The forward-looking statements contained in this communication
are based on the current expectations of AtlasClear, Quantum and
their respective management and are subject to risks and
uncertainties. No assurance can be given that future developments
affecting AtlasClear, Quantum or the combined company will be those
that are anticipated. Actual results may differ materially from
current expectations due to changes in global, regional or local
economic, business, competitive, market, regulatory and other
factors, many of which are beyond the control of AtlasClear and
Quantum. Should one or more of these risks or uncertainties
materialize, or should any of the assumptions prove incorrect,
actual results may vary in material respects from those projected
in these forward-looking statements. Factors that could cause
actual results to differ may emerge from time to time, and it is
not possible to predict all of them.
Such factors include, but are not limited to: the risk that the
transaction may not be completed in a timely manner or at all; the
risk that the transaction closes but AtlasClear’s acquisition of
Commercial Bancorp and its subsidiary bank, FSB, does not close as
a result of the failure to satisfy the conditions to closing such
acquisition (including, without limitation, the receipt of approval
of Commercial Bancorp’s stockholders and receipt of required
regulatory approvals); the failure to obtain requisite approval for
the transaction or meet other closing conditions; the occurrence of
any event, change or other circumstances that could give rise to
the termination of the definitive agreement in respect of the
transaction; failure to achieve sufficient cash available (taking
into account all available financing sources) following any
redemptions of Quantum’s public stockholders; failure to obtain the
requisite approval of Quantum’s stockholders; failure to meet
relevant listing standards in connection with the consummation of
the transaction; failure to recognize the anticipated benefits of
the transaction, which may be affected by, among other things,
competition, the ability of the combined entity to maintain
relationships with customers and suppliers and strategic alliance
third parties, and to retain its management and key employees;
potential litigation relating to the proposed transaction; changes
to the proposed structure of the transaction that may be required
or appropriate as a result of the announcement and execution of the
transaction; unexpected costs and expenses related to the
transaction; estimates of AtlasClear and the combined company’s
financial performance being materially incorrect predictions;
AtlasClear’s failure to complete the proposed acquisitions on
favorable terms to AtlasClear or at all; AtlasClear’s inability to
integrate, and to realize the benefits of, the proposed
acquisitions; changes in general economic or political conditions;
changes in the markets that AtlasClear targets or the combined
company will target; slowdowns in securities or cryptocurrency
trading or shifting demand for trading, clearing and settling
financial products; the impact of the ongoing COVID-19 pandemic;
any change in laws applicable to Quantum or AtlasClear or any
regulatory or judicial interpretation thereof; and other factors,
risks and uncertainties, including those to be included under the
heading “Risk Factors” in the proxy statement/prospectus filed or
to be later filed with the SEC, and those included under the
heading “Risk Factors” in Quantum’s 2022 Form 10-K and its
subsequent filings with the SEC. AtlasClear and Quantum caution
that the foregoing list of factors is not exhaustive.

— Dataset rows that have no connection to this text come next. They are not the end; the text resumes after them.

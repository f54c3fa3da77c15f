import { useMemo, useState } from 'react';
import type { FindingWhole } from '../../../shared/findings';
import { DataTable } from '../../components/ui/data-table';
import { Sheet } from '../../components/ui/sheet';
import type { Formats } from '../../lib/format';
import { caseColumns } from './case-columns';

const TITLES = {
  for: 'Troubles that speak for it',
  against: 'Troubles that speak against it',
  neutral: 'Troubles that say neither',
} as const;

const FILES = { for: 'speak-for', against: 'speak-against', neutral: 'say-neither' } as const;

type Props = { finding: FindingWhole; formats: Formats };

const SHOWN_FIRST = 12;

/** The repairs, for and against: whoever doubts the finding reads them. */
export function Cases({ finding, formats }: Props) {
  if (finding.kind === 'together') {
    return <Group title="Troubles with both" file="both" cases={finding.cases} formats={formats} />;
  }
  return (['against', 'for', 'neutral'] as const).map((kind) => {
    const cases = finding.cases.filter((episode) => episode.speaks === kind);
    if (cases.length === 0 && kind === 'neutral') return null;
    return <Group key={kind} title={TITLES[kind]} file={FILES[kind]} cases={cases} formats={formats} />;
  });
}

type GroupProps = { title: string; file: string; cases: FindingWhole['cases']; formats: Formats };

function Group({ title, file, cases, formats }: GroupProps) {
  const [isAll, setAll] = useState(false);
  const columns = useMemo(() => caseColumns(formats), [formats]);
  const latest = [...cases].sort((a, b) => (b.visits[0]?.on ?? '').localeCompare(a.visits[0]?.on ?? ''));
  return (
    <Sheet title={`${title} (${formats.count(cases.length)})`}>
      <DataTable
        caption={title}
        rows={isAll ? latest : latest.slice(0, SHOWN_FIRST)}
        columns={columns}
        rowId={(row) => `${row.unit.id} ${row.visits[0]?.repair.id ?? ''}`}
        spreadsheet={file}
        more={{
          hasMore: !isAll && latest.length > SHOWN_FIRST,
          isLoading: false,
          onMore: () => setAll(true),
        }}
        empty={<p className="text-dim">None.</p>}
      />
    </Sheet>
  );
}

Any
forward-looking statement made in this website speaks only as of
the date hereof. Plans, intentions or expectations disclosed in
forward-looking statements may not be achieved and no one should
place undue reliance on such forward-looking statements. Neither
AtlasClear nor Quantum undertake any obligation to update, revise
or review any forward-looking statement, whether as a result of new
information, future developments or otherwise, except as may be
required by any applicable securities laws.